Vite 8.0 の安定版リリース。従来は開発時の高速変換に esbuild、本番のバンドルと最適化に Rollup を併用していたが、Rust 製の Rolldown を単一のバンドラーとして採用する構成への移行が完了。公式ではベンチマークで Rollup 比約 10〜30 倍の速度をうたい、既存の Rollup 互換プラグイン API を維持するため多くの Vite プラグインがそのまま動作する想定。esbuild と Rollup を二系統で抱えていた際の変換パイプラインのずれや接着コードの肥大化を、一つのバンドラーに集約して抑える方向性。

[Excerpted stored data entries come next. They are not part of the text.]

//! The `Cost of capital` sheet: aggregation, relevering, the cost of equity, the cost of debt,
//! the weights and the WACC, each a formula over named cells.
//!
//! Every row shows its figure, the `result.json` field it equals and the relation in words, so
//! a reviewer can follow the chain down the page. The aggregate is the case's statistic of the
//! aggregated peers' unlevered betas (`MEDIAN`, `AVERAGE`, a market-cap-weighted `SUMPRODUCT`,
//! `TRIMMEAN`); relevering uses the case's formula; the WACC is the sum of its contributions.

use crate::capital::leverage::Formula;
use crate::case::CountryMethod;
use crate::error::Result;
use crate::stats::Aggregation;

use super::capital::PeerRanges;
use super::{xlsx_error, Book, Expect, Sheet};

/// How a row's figure is shown.
#[derive(Clone, Copy)]
enum Fmt {
    Percent,
    Beta,
    Count,
}

/// One row: the step, its formula, the `result.json` field it equals, its format, the relation
/// in words, and a defined name for the cell (so later formulas read as words). Braced words in
/// the formula and the relation are filled in per case by [`fill`].
type Row = (
    &'static str,
    &'static str,
    &'static str,
    Fmt,
    &'static str,
    Option<&'static str>,
);

#[rustfmt::skip]
const AGGREGATION: &[Row] = &[
    ("Peers aggregated", "=COUNT({agg})", "/beta/peers_included", Fmt::Count,
     "Peers without a reason to be left out.", None),
    ("Median", "=MEDIAN({agg})", "/beta/unlevered_statistics/median", Fmt::Beta,
     "Of the aggregated peers' {which}unlevered betas.", Some("AggregateMedian")),
    ("Mean", "=AVERAGE({agg})", "/beta/unlevered_statistics/mean", Fmt::Beta, "",
     Some("AggregateMean")),
    ("Market-cap-weighted mean", "=SUMPRODUCT(--({inc}=1),{chosen},{eq})/SUMPRODUCT(--({inc}=1),{eq})",
     "/beta/unlevered_statistics/market_cap_weighted_mean", Fmt::Beta,
     "Weights: each peer's market value of equity.", Some("AggregateMarketCapWeighted")),
    ("Trimmed mean", "=TRIMMEAN({agg},2*TrimFraction)", "/beta/unlevered_statistics/trimmed_mean",
     Fmt::Beta, "TRIMMEAN cuts floor(n·fraction) values from each end, as hurdle does.",
     Some("AggregateTrimmedMean")),
    ("Lowest", "=MIN({agg})", "/beta/unlevered_dispersion/min", Fmt::Beta, "", None),
    ("Lower quartile", "=QUARTILE.INC({agg},1)", "/beta/unlevered_dispersion/lower_quartile",
     Fmt::Beta, "Linear interpolation between order statistics.", None),
    ("Upper quartile", "=QUARTILE.INC({agg},3)", "/beta/unlevered_dispersion/upper_quartile",
     Fmt::Beta, "", None),
    ("Highest", "=MAX({agg})", "/beta/unlevered_dispersion/max", Fmt::Beta, "", None),
    ("Standard deviation", "=IF(COUNT({agg})>1,STDEV.S({agg}),\"n/a\")",
     "/beta/unlevered_dispersion/std_dev", Fmt::Beta, "Sample standard deviation (n − 1).", None),
    ("Aggregate unlevered beta βU", "={statistic}", "/beta/unlevered", Fmt::Beta,
     "The case's statistic: {aggregation}.", Some("UnleveredBeta")),
];

#[rustfmt::skip]
const RELEVERING: &[Row] = &[
    ("Target D/E", "=TargetDebtToEquity", "/target/debt_to_equity", Fmt::Beta, "", None),
    ("Aggregated peers' median D/E", "{peer_median_de}", "/target/peer_median_debt_to_equity",
     Fmt::Beta, "Beside the target: the structure a market participant would hold, read from \
     the peers (the memo's section 5).", None),
    ("Target D/(D + E)", "=TargetDebtToEquity/(1+TargetDebtToEquity)", "/target/debt_to_capital",
     Fmt::Percent, "", None),
    ("Target tax rate", "=TargetTaxRate", "/target/tax_rate", Fmt::Percent, "", None),
    ("Subject's debt beta βD", "=SubjectDebtBeta", "/subject_debt_beta", Fmt::Beta,
     "{debt_beta_use}", None),
    ("Relevered beta βL", "{relevered}", "/beta/relevered", Fmt::Beta, "{expression} — {citation}",
     Some("ReleveredBeta")),
];

#[rustfmt::skip]
const COST_OF_EQUITY: &[Row] = &[
    ("Risk-free rate", "=RiskFreeRate", "/risk_free_rate", Fmt::Percent, "", None),
    ("Equity risk premium", "=EquityRiskPremium", "/equity_risk_premium", Fmt::Percent, "", None),
    ("βL × ERP", "=ReleveredBeta*EquityRiskPremium", "/beta_times_equity_risk_premium",
     Fmt::Percent, "The CAPM term (Sharpe 1964; Lintner 1965).", Some("BetaTimesPremium")),
    ("Size premium", "=SizePremium", "/premiums/size", Fmt::Percent, "", None),
    ("Country premium scale", "{scale}", "/premiums/country_scale", Fmt::Beta, "{scale_how}",
     Some("CountryScale")),
    ("Country premium as applied", "=CountryScale*CountryPremium", "/premiums/country_applied",
     Fmt::Percent, "", Some("CountryApplied")),
    ("Company-specific premium", "=CompanySpecificPremium", "/premiums/company_specific",
     Fmt::Percent, "", None),
    ("Premiums added", "=SizePremium+CountryApplied+CompanySpecificPremium", "/premiums/total",
     Fmt::Percent, "", Some("TotalPremiums")),
    ("Cost of equity Ke", "=RiskFreeRate+BetaTimesPremium+TotalPremiums", "/cost_of_equity",
     Fmt::Percent, "rf + βL·ERP + premiums.", Some("CostOfEquity")),
];

#[rustfmt::skip]
const DEBT_AND_WEIGHTS: &[Row] = &[
    ("Pre-tax cost of debt Kd", "=CostOfDebtPreTax", "/cost_of_debt_pre_tax", Fmt::Percent,
     "Source: {debt_source}.", None),
    ("After-tax cost of debt", "=CostOfDebtPreTax*(1-TargetTaxRate)", "/cost_of_debt_after_tax",
     Fmt::Percent, "Kd·(1 − t): interest is deductible.", Some("CostOfDebtAfterTax")),
    ("Cost of preferred equity", "=PreferredCost", "/other_capital_costs/preferred_cost",
     Fmt::Percent, "", None),
    ("After-tax cost of leases", "=LeaseCostPreTax*(1-TargetTaxRate)",
     "/other_capital_costs/lease_cost_after_tax", Fmt::Percent, "", Some("LeaseCostAfterTax")),
    ("Equity weight E/V", "=(1-PreferredWeight-LeaseWeight)/(1+TargetDebtToEquity)",
     "/weights/equity", Fmt::Percent, "(1 − wP − wL)/(1 + D/E).", Some("EquityWeight")),
    ("Debt weight D/V",
     "=(1-PreferredWeight-LeaseWeight)*TargetDebtToEquity/(1+TargetDebtToEquity)", "/weights/debt",
     Fmt::Percent, "(1 − wP − wL)·(D/E)/(1 + D/E).", Some("DebtWeight")),
    ("Preferred equity weight", "=PreferredWeight", "/weights/preferred", Fmt::Percent, "", None),
    ("Lease liabilities weight", "=LeaseWeight", "/weights/leases", Fmt::Percent, "", None),
];

#[rustfmt::skip]
const WACC: &[Row] = &[
    ("Equity: E/V × Ke", "=EquityWeight*CostOfEquity", "/wacc_contributions/equity", Fmt::Percent,
     "", Some("EquityContribution")),
    ("Debt: D/V × Kd(1 − t)", "=DebtWeight*CostOfDebtAfterTax", "/wacc_contributions/debt",
     Fmt::Percent, "", Some("DebtContribution")),
    ("Preferred: wP × Kp", "=PreferredWeight*PreferredCost", "/wacc_contributions/preferred",
     Fmt::Percent, "", Some("PreferredContribution")),
    ("Leases: wL × KL(1 − t)", "=LeaseWeight*LeaseCostAfterTax", "/wacc_contributions/leases",
     Fmt::Percent, "", Some("LeaseContribution")),
    ("WACC", "=EquityContribution+DebtContribution+PreferredContribution+LeaseContribution",
     "/wacc", Fmt::Percent,
     "The sum of the contributions (Modigliani and Miller 1963 for the tax shield).", Some("Wacc")),
];

#[rustfmt::skip]
const CONVERSION: &[Row] = &[
    ("Cost of equity, output currency",
     "=(1+CostOfEquity)*(1+InflationOutput)/(1+InflationCase)-1",
     "/currency_conversion/cost_of_equity", Fmt::Percent,
     "(1 + r)·(1 + π out)/(1 + π case) − 1 (Fisher 1930).", Some("CostOfEquityOutputCurrency")),
    ("WACC, output currency", "=(1+Wacc)*(1+InflationOutput)/(1+InflationCase)-1",
     "/currency_conversion/wacc", Fmt::Percent, "", Some("WaccOutputCurrency")),
    ("Cost of equity, real", "=(1+CostOfEquity)/(1+InflationCase)-1",
     "/currency_conversion/cost_of_equity_real", Fmt::Percent, "", None),
    ("WACC, real", "=(1+Wacc)/(1+InflationCase)-1", "/currency_conversion/wacc_real", Fmt::Percent,
     "", None),
    ("Pre-tax cost of debt, output currency",
     "=(1+CostOfDebtPreTax)*(1+InflationOutput)/(1+InflationCase)-1",
     "/currency_conversion/cost_of_debt_pre_tax", Fmt::Percent, "", Some("CostOfDebtOutputCurrency")),
    ("WACC, borrowing in the output currency",
     "=EquityWeight*CostOfEquityOutputCurrency+DebtWeight*CostOfDebtOutputCurrency*(1-TargetTaxRate)\
      +PreferredWeight*((1+PreferredCost)*(1+InflationOutput)/(1+InflationCase)-1)\
      +LeaseWeight*((1+LeaseCostPreTax)*(1+InflationOutput)/(1+InflationCase)-1)*(1-TargetTaxRate)",
     "/currency_conversion/wacc_borrowing_locally", Fmt::Percent,
     "Each component carried on its own and weighted again, the tax shield taken on the carried \
      interest: for a subject that borrows in the output currency.",
     Some("WaccBorrowingOutputCurrency")),
];

pub(crate) fn sheet(
    book: &mut Book,
    peers: &PeerRanges,
    names: &mut Vec<(String, String)>,
) -> Result<Sheet> {
    let v = book.v;
    let mut sheet = Sheet::new("Cost of capital")?;
    let (title, header) = (book.styles.title.clone(), book.styles.header.clone());
    book.text(&mut sheet, (0, 0), "Cost of capital", &title)?;
    for (col, text) in ["Step", "Figure", "result.json field", "Relation"]
        .iter()
        .enumerate()
    {
        book.text(&mut sheet, (2, col as u16), text, &header)?;
    }
    let words = case_words(v, peers);
    let mut sections = vec![
        ("Aggregation of the unlevered betas", AGGREGATION),
        ("Relevering at the target structure", RELEVERING),
        ("Cost of equity (CAPM plus premiums)", COST_OF_EQUITY),
        ("Cost of debt and the other components", DEBT_AND_WEIGHTS),
        ("WACC", WACC),
    ];
    if v.cost.currency_conversion.is_some() {
        sections.push(("In the output currency (Fisher relation)", CONVERSION));
    }
    let mut writer = Writer {
        sheet: &mut sheet,
        names,
        row: 3,
    };
    for (title, rows) in sections {
        writer.section(book, title)?;
        for row in rows {
            writer.line(book, row, &words)?;
        }
    }
    for (col, width) in [(0, 42.0), (1, 12.0), (2, 44.0), (3, 80.0)] {
        sheet.ws.set_column_width(col, width).map_err(xlsx_error)?;
    }
    sheet.ws.set_freeze_panes(3, 0).map_err(xlsx_error)?;
    Ok(sheet)
}

/// The case's choices and the peer ranges, for the braced words of the rows.
fn case_words(v: &crate::valuation::Valuation, p: &PeerRanges) -> Vec<(&'static str, String)> {
    let beta = &v.cost.beta;
    let statistic = match beta.aggregation {
        Aggregation::Median => "AggregateMedian",
        Aggregation::Mean => "AggregateMean",
        Aggregation::MarketCapWeighted => "AggregateMarketCapWeighted",
        Aggregation::TrimmedMean => "AggregateTrimmedMean",
    };
    let relevered = match beta.formula {
        Formula::Hamada => "=UnleveredBeta*(1+(1-TargetTaxRate)*TargetDebtToEquity)",
        Formula::HarrisPringle => {
            "=UnleveredBeta+(UnleveredBeta-SubjectDebtBeta)*TargetDebtToEquity"
        }
        Formula::MilesEzzell => {
            "=UnleveredBeta+(UnleveredBeta-SubjectDebtBeta)\
             *(1-TargetTaxRate*CostOfDebtPreTax/(1+CostOfDebtPreTax))*TargetDebtToEquity"
        }
        Formula::Conine => {
            "=UnleveredBeta+(UnleveredBeta-SubjectDebtBeta)*(1-TargetTaxRate)*TargetDebtToEquity"
        }
    };
    let (scale, scale_how) = match v.cost.premiums.country_method {
        CountryMethod::Flat => ("=1", "\"flat\": the premium as given."),
        CountryMethod::Exposure => (
            "=CountryExposure",
            "\"exposure\": the subject's exposure λ times the premium.",
        ),
        CountryMethod::BetaScaled => (
            "=ReleveredBeta",
            "\"beta-scaled\": the relevered beta times the premium.",
        ),
    };
    let hamada = beta.formula == Formula::Hamada;
    vec![
        ("agg", p.aggregated.clone()),
        ("inc", p.included.clone()),
        ("chosen", p.chosen.clone()),
        ("eq", p.equity.clone()),
        (
            "which",
            if beta.uses_operations_beta {
                "operations "
            } else {
                ""
            }
            .into(),
        ),
        ("statistic", statistic.into()),
        (
            "aggregation",
            crate::report::format::label(&beta.aggregation),
        ),
        ("relevered", relevered.into()),
        (
            "peer_median_de",
            super::capital::peer_median_debt_to_equity(v),
        ),
        ("expression", beta.formula_expression.into()),
        ("citation", beta.formula_source.into()),
        (
            "debt_beta_use",
            if hamada {
                "Not used by Hamada (riskless debt)."
            } else {
                ""
            }
            .into(),
        ),
        ("scale", scale.into()),
        ("scale_how", scale_how.into()),
        (
            "debt_source",
            crate::report::format::label(&v.cost.cost_of_debt.source),
        ),
    ]
}

/// `template` with each `{word}` replaced by its value.
fn fill(template: &str, words: &[(&'static str, String)]) -> String {
    words
        .iter()
        .fold(template.to_string(), |text, (word, value)| {
            text.replace(&format!("{{{word}}}"), value)
        })
}

/// Writes rows one under the other.
struct Writer<'s, 'n> {
    sheet: &'s mut Sheet,
    names: &'n mut Vec<(String, String)>,
    row: u32,
}

impl Writer<'_, '_> {
    fn section(&mut self, book: &mut Book, title: &str) -> Result<()> {
        self.row += 1;
        book.text(
            self.sheet,
            (self.row, 0),
            title,
            &book.styles.subtitle.clone(),
        )?;
        self.row += 1;
        Ok(())
    }

    fn line(&mut self, book: &mut Book, row: &Row, words: &[(&'static str, String)]) -> Result<()> {
        let &(label, formula, pointer, format, how, name) = row;
        let r = self.row;
        let s = &book.styles;
        let format = match format {
            Fmt::Percent => s.percent.clone(),
            Fmt::Beta => s.beta.clone(),
            Fmt::Count => s.count.clone(),
        };
        let (label_style, mono, text) = (s.label.clone(), s.mono.clone(), s.text.clone());
        book.text(self.sheet, (r, 0), label, &label_style)?;
        // A figure result.json leaves null (the spread of one peer) is the formula's "n/a".
        let expect = match book.is_null(pointer) {
            true => Expect::Text("n/a"),
            false => Expect::Json(pointer.to_string()),
        };
        book.formula(self.sheet, (r, 1), &fill(formula, words), expect, &format)?;
        let field = pointer.trim_start_matches('/').replace('/', ".");
        book.text(self.sheet, (r, 2), &field, &mono)?;
        book.text(self.sheet, (r, 3), &fill(how, words), &text)?;
        if let Some(name) = name {
            self.names
                .push((name.to_string(), format!("={}", self.sheet.abs(r, 1))));
        }
        self.row += 1;
        Ok(())
    }
}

エコシステム面では、増え続けるプラグインを探しやすくする registry.vite.dev を新設。Vite・Rolldown・Rollup 向けのエントリを npm から日次で取り込む検索用ディレクトリ。

#主要な変更点

  • Rolldown 統合に加え、devtools オプションで Vite Devtools を有効化可能。開発サーバーからプロジェクトのデバッグ・分析向け UI へアクセス。
  • TypeScript の path alias を resolve.tsconfigPathstrue にすることでビルトイン解決。公式ではわずかなパフォーマンスコストがありデフォルトは無効。
  • TypeScript の emitDecoratorMetadata を外部プラグインなしで自動サポート。
  • SSR 環境で .wasm?init インポートをサポートし、WebAssembly をサーバー側でも利用可能に。
  • 開発時にブラウザのコンソール出力を CLI へ転送する server.forwardConsole。コーディングエージェント利用時などに CLI 側でクライアントのランタイムエラーを確認しやすくなる設定。エージェント検出時は自動で有効化。
  • 同時リリースの @vitejs/plugin-react v6 は React Refresh に Oxc を利用し、デフォルト構成から Babel 依存を除去。React Compiler が必要な場合は reactCompilerPreset@rolldown/plugin-babel による明示的オプトイン。v5 も Vite 8 で引き続き利用可能。

#留意事項

  • 単体パッケージのインストールサイズは Vite 7 単体と比較しておおよそ 15 MB 増。うち約 10 MB はこれまでオプションの peer だった lightningcss が通常依存になったこと、約 5 MB は Rolldown バイナリが esbuild と Rollup の合計より大きいこと(速度優先の実装との説明)による。
  • 多くのプロジェクトでは、既存の esbuild および rollupOptions を Rolldown と Oxc 向けに自動変換する互換レイヤーにより設定変更なしで移行可能。大規模または複雑なコードベース向けには、先に Vite 7 上で viterolldown-vite に差し替えて Rolldown 固有の問題を切り分け、その後 Vite 8 へ上げる二段階移行を推奨。